**EXERCISE INPUTS:**

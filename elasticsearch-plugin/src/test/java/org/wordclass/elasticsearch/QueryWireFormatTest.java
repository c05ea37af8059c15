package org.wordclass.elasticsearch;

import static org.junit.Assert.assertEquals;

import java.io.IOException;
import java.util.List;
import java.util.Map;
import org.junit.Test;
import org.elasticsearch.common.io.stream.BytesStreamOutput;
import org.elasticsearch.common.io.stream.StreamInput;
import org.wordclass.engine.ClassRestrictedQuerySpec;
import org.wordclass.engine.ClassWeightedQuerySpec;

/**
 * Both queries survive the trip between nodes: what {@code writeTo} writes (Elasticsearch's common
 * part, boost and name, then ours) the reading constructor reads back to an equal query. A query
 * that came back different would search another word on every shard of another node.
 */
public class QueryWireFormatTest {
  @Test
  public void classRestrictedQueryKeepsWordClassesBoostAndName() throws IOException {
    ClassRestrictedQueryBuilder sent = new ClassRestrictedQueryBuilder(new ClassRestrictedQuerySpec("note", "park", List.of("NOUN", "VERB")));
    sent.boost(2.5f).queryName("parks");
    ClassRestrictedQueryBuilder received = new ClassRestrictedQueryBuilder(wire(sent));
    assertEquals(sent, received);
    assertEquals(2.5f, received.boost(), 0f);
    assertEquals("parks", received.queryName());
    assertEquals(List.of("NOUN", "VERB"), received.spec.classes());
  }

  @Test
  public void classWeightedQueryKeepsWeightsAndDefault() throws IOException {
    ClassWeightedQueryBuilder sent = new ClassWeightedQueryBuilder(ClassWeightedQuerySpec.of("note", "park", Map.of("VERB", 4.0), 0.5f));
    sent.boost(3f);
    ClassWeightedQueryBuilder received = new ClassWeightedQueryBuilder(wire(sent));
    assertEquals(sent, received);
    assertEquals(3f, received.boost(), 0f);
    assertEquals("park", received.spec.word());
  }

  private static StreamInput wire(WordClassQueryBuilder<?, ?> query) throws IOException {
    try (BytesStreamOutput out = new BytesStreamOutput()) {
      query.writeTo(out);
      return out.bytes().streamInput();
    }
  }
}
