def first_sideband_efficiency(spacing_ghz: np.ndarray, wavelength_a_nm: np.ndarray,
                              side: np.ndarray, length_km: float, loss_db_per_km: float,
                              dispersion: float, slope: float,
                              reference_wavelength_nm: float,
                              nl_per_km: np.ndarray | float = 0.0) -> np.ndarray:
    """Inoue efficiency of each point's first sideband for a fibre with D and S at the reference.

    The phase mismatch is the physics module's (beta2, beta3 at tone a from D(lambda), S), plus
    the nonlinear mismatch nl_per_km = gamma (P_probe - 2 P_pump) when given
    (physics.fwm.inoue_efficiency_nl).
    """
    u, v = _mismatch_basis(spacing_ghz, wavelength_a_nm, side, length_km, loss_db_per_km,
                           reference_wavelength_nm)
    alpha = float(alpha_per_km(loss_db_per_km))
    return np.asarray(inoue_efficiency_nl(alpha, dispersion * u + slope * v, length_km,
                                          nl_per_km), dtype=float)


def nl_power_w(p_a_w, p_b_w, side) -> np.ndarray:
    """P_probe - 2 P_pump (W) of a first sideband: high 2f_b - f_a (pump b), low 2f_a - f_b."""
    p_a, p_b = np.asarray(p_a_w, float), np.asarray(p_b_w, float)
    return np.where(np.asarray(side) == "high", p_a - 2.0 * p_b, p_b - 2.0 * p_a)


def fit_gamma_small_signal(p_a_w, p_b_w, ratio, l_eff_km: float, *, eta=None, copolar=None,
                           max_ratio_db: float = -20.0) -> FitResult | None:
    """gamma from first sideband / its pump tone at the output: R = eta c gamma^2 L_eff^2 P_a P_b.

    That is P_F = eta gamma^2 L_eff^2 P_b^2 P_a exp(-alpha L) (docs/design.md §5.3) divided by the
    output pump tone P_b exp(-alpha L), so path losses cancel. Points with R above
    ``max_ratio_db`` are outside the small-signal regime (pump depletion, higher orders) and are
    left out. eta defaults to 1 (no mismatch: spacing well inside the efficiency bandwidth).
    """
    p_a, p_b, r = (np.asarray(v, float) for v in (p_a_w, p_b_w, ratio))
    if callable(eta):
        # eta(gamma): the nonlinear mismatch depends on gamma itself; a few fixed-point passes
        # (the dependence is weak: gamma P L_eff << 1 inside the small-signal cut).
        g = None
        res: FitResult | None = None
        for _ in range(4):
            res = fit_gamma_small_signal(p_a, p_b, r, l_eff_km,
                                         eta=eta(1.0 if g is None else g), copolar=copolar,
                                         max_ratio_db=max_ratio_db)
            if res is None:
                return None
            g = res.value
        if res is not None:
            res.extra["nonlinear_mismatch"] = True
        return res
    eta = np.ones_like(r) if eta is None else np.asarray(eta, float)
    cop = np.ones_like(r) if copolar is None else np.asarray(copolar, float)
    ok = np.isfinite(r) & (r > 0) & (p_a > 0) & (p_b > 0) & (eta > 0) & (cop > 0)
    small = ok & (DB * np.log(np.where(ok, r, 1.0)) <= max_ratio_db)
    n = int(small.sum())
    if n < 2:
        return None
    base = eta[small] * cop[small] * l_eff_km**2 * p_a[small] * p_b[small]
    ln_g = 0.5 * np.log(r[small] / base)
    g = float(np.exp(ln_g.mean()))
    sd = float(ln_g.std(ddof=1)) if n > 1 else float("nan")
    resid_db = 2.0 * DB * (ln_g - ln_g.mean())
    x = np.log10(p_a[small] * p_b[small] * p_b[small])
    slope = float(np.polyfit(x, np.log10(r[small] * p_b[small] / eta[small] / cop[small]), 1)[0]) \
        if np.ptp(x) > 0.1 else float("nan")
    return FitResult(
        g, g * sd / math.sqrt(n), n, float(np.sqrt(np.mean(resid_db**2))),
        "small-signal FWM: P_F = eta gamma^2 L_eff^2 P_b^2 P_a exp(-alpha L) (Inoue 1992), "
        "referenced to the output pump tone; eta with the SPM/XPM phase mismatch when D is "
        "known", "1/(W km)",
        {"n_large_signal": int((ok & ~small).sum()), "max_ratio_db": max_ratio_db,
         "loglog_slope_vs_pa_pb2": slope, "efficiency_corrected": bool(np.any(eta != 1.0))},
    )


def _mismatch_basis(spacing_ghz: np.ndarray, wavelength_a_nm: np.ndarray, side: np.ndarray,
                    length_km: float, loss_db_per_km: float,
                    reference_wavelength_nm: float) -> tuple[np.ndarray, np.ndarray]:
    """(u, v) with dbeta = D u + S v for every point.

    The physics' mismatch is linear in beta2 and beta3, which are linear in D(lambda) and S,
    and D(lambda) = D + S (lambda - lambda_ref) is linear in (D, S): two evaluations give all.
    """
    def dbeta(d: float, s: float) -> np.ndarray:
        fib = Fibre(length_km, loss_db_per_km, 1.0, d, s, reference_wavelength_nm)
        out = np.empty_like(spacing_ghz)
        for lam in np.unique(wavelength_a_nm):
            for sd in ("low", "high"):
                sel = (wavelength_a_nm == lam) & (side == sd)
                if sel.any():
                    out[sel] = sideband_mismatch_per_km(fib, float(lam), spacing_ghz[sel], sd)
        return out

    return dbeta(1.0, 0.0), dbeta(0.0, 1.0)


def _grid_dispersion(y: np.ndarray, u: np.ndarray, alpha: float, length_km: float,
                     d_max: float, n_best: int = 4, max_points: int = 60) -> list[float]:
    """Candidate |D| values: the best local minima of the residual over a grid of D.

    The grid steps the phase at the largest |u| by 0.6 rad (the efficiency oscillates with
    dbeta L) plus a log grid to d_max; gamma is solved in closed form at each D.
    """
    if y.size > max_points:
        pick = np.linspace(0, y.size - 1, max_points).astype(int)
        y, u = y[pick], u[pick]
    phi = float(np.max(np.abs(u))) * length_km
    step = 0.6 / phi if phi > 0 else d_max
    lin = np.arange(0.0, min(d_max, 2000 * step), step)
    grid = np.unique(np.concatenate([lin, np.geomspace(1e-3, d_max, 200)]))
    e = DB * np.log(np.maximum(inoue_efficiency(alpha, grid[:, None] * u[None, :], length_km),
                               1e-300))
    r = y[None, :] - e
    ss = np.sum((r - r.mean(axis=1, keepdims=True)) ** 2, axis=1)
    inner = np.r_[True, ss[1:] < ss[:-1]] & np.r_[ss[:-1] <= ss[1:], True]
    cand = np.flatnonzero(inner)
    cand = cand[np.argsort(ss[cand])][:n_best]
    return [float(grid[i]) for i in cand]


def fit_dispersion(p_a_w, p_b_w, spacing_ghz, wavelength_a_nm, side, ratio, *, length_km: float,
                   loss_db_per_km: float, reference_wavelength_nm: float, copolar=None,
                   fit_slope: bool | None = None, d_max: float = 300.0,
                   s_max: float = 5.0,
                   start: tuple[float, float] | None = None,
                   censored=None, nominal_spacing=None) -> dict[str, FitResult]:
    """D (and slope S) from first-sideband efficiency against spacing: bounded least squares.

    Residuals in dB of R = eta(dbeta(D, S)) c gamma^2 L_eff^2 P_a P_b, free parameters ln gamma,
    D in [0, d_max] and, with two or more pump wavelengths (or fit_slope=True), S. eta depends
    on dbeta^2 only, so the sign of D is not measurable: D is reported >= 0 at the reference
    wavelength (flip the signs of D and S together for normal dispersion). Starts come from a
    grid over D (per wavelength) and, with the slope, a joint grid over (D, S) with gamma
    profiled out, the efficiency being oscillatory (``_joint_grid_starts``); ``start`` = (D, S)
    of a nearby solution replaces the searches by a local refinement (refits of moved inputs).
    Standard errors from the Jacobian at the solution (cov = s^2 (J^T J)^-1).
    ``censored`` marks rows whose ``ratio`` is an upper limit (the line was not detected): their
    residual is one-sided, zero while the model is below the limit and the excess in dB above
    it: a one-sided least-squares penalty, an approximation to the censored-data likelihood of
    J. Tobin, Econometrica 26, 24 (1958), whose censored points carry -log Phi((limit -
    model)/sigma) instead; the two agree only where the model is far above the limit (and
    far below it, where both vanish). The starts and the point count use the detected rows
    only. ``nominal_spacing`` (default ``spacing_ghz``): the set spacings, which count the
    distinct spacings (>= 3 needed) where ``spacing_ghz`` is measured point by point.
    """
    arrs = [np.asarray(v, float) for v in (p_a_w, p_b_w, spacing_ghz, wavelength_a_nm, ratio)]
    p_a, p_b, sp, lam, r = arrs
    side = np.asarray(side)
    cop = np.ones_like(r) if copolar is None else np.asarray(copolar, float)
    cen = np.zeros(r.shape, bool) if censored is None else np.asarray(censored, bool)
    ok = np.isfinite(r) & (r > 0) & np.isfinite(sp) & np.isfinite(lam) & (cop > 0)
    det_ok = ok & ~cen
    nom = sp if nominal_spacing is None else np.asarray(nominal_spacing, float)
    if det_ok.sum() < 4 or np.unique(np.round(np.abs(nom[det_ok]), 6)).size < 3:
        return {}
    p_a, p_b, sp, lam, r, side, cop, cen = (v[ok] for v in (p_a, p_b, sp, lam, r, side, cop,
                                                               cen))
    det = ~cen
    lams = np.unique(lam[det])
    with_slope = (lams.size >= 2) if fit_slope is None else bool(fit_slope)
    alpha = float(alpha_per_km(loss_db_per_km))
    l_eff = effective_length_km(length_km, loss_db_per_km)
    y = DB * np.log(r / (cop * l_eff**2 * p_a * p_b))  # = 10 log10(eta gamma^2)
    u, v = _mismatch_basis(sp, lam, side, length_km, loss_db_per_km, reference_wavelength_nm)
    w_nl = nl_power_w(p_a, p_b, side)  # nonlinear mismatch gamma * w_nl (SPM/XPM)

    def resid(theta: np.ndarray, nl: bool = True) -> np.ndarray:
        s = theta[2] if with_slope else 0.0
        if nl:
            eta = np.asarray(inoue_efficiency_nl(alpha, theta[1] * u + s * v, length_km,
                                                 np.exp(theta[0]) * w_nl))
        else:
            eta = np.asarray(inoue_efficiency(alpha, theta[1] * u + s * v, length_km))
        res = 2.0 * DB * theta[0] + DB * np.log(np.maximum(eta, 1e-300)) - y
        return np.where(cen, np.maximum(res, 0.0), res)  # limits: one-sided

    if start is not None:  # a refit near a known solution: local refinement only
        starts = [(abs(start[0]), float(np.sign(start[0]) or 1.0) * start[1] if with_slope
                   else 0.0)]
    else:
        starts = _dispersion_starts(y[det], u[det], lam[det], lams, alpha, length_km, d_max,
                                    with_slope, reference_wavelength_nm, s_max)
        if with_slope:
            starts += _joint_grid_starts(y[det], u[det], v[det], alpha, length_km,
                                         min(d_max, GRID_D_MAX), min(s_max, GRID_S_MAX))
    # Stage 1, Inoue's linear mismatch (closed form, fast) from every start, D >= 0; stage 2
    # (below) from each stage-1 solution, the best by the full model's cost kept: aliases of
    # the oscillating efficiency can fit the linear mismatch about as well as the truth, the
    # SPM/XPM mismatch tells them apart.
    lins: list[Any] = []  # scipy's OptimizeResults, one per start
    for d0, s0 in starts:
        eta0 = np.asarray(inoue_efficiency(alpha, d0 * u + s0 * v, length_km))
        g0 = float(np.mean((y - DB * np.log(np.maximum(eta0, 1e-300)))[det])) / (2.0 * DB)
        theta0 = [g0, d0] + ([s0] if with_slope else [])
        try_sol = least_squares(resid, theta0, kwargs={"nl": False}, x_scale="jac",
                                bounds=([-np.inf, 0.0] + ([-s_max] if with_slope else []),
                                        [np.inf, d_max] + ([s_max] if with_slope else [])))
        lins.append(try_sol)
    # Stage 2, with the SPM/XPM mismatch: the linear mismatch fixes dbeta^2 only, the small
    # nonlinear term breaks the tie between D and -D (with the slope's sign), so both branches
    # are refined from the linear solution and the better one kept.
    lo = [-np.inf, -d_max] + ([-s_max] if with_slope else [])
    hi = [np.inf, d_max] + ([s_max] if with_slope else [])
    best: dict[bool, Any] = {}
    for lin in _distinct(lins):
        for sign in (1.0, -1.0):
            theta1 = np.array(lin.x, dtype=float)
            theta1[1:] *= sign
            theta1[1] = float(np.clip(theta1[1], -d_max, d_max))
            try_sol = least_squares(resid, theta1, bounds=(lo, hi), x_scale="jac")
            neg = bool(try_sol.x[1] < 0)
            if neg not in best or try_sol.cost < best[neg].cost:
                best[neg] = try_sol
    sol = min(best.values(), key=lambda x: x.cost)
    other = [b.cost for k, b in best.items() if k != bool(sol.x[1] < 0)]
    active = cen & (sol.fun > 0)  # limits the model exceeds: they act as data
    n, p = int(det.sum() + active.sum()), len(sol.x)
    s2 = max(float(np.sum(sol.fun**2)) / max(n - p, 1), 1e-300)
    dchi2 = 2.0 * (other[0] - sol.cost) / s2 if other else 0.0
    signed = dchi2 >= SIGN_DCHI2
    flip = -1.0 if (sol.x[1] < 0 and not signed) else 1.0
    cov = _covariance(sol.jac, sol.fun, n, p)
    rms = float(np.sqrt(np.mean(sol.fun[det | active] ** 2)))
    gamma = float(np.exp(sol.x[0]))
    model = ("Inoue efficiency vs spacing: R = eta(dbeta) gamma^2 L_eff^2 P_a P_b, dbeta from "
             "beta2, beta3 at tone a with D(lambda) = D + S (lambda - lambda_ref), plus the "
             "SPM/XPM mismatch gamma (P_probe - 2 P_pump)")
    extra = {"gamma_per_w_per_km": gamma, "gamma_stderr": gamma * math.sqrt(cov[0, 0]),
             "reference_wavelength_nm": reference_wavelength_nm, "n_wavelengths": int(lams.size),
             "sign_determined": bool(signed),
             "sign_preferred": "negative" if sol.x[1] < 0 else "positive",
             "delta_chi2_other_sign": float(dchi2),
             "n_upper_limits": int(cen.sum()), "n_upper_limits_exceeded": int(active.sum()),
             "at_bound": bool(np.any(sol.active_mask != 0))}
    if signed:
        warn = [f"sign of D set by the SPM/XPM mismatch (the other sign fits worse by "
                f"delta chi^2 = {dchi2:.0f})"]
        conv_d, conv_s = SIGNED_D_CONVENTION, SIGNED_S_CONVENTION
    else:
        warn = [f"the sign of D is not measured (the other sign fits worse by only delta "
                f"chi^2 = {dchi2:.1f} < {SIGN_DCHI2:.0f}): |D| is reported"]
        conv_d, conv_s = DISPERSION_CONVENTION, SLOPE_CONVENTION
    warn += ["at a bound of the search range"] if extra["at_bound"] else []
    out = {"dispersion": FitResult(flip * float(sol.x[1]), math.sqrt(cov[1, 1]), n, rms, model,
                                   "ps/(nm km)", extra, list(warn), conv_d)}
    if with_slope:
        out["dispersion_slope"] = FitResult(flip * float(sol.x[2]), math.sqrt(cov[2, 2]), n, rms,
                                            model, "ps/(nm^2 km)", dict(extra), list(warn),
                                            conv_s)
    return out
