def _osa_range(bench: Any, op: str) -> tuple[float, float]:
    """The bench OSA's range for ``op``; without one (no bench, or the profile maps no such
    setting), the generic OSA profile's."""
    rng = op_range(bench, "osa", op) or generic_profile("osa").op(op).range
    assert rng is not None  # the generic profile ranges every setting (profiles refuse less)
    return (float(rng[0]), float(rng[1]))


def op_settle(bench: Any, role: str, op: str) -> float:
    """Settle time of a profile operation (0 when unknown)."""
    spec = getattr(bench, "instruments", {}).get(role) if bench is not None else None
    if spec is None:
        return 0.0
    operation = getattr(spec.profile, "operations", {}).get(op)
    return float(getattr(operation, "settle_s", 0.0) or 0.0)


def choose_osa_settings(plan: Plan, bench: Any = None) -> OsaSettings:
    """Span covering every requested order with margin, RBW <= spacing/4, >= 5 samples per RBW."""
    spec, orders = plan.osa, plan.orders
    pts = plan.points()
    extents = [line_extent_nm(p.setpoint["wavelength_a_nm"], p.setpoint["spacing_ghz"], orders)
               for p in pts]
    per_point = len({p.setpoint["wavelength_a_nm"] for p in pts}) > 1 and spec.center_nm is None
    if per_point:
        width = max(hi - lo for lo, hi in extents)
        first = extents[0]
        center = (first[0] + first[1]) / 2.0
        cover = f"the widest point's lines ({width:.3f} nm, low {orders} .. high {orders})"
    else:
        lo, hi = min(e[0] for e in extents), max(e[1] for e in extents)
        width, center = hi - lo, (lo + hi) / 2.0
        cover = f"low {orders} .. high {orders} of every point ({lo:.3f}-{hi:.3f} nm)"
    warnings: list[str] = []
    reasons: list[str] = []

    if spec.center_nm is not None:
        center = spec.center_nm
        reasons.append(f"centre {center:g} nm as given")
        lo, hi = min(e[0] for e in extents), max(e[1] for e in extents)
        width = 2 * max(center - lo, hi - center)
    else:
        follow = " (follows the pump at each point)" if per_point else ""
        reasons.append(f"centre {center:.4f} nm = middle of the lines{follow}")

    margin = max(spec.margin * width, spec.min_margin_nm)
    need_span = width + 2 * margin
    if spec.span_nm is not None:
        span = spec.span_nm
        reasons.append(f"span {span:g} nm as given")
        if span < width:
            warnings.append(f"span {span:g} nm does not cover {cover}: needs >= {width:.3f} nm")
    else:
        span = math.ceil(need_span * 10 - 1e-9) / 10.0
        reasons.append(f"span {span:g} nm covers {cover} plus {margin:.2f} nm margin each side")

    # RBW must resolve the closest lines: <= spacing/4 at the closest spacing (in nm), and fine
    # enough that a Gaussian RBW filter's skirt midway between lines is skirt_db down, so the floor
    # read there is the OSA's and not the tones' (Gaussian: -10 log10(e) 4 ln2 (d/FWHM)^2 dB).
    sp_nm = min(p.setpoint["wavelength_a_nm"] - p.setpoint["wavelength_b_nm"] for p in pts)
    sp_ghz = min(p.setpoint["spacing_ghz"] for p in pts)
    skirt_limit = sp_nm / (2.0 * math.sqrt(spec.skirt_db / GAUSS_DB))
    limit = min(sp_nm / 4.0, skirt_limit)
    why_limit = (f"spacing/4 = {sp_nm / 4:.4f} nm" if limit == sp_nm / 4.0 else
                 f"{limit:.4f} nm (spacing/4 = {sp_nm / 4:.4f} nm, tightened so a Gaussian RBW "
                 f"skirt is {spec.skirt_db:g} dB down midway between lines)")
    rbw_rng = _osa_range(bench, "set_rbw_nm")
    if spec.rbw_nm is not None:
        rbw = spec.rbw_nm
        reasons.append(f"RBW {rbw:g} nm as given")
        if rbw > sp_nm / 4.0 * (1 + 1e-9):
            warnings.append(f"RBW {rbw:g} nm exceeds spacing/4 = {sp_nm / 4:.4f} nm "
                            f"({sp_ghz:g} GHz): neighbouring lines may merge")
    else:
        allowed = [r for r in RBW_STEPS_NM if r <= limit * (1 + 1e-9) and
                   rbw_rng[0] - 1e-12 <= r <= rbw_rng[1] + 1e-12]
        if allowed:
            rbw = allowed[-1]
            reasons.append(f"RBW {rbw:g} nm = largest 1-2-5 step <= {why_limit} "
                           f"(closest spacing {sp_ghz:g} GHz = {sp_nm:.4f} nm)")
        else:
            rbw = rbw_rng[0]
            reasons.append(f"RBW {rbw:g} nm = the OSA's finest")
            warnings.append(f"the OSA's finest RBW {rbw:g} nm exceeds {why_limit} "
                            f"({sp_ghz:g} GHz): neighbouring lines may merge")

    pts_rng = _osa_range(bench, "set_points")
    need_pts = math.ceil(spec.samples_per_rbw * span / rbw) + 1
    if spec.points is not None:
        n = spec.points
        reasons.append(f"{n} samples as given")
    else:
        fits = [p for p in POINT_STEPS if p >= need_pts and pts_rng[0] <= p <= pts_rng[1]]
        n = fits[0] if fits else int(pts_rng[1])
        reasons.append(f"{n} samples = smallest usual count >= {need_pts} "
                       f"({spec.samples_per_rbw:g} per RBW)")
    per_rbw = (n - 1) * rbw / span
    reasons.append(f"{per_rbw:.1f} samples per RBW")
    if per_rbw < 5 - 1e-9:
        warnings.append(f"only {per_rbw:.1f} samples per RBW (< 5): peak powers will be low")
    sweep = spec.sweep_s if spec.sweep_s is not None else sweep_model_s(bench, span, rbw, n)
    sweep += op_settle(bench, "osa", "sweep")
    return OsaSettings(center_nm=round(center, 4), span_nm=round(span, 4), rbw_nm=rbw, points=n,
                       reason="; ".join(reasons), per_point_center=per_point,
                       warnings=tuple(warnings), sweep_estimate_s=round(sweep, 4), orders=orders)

* * *

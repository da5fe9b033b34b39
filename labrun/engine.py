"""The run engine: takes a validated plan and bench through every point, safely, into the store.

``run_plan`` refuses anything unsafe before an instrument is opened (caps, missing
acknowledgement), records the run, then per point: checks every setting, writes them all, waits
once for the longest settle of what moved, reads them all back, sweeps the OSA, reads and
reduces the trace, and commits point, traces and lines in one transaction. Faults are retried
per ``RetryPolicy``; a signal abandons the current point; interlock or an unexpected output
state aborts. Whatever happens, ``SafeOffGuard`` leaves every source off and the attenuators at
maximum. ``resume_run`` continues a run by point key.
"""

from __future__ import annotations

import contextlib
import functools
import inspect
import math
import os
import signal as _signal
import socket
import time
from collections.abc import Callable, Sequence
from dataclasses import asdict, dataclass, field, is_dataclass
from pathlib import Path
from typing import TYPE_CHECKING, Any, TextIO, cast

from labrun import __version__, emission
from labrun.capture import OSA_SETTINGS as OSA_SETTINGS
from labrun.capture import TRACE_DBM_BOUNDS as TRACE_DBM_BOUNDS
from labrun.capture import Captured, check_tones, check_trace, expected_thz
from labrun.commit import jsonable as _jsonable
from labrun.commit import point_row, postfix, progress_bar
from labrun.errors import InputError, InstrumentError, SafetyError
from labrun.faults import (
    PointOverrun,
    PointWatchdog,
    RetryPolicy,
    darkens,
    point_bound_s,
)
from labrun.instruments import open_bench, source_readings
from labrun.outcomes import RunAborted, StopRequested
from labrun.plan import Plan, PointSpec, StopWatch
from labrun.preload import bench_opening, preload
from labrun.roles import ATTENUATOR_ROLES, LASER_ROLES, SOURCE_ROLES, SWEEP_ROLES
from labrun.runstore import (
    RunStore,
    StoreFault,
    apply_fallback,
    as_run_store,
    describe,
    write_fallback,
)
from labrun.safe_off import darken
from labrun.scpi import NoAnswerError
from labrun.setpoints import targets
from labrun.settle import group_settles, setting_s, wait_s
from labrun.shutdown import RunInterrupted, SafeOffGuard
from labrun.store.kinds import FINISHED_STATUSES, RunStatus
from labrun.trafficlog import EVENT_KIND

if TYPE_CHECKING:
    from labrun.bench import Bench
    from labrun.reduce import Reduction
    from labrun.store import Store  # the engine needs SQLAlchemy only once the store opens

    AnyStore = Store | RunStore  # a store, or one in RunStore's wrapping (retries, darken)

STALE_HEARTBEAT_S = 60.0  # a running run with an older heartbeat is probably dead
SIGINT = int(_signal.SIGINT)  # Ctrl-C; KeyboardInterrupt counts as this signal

**ABOUT THIS TASK:** Given the records above, restate word for word only the lines starting at the one with "min(d_max, GRID_D_MAX), min(s_max, GRID_S_MAX))" and ending at the one with "# Stage 1, Inoue's".

**EXERCISE SOLUTION:**
                                         min(d_max, GRID_D_MAX), min(s_max, GRID_S_MAX))
    # Stage 1, Inoue's linear mismatch (closed form, fast) from every start, D >= 0; stage 2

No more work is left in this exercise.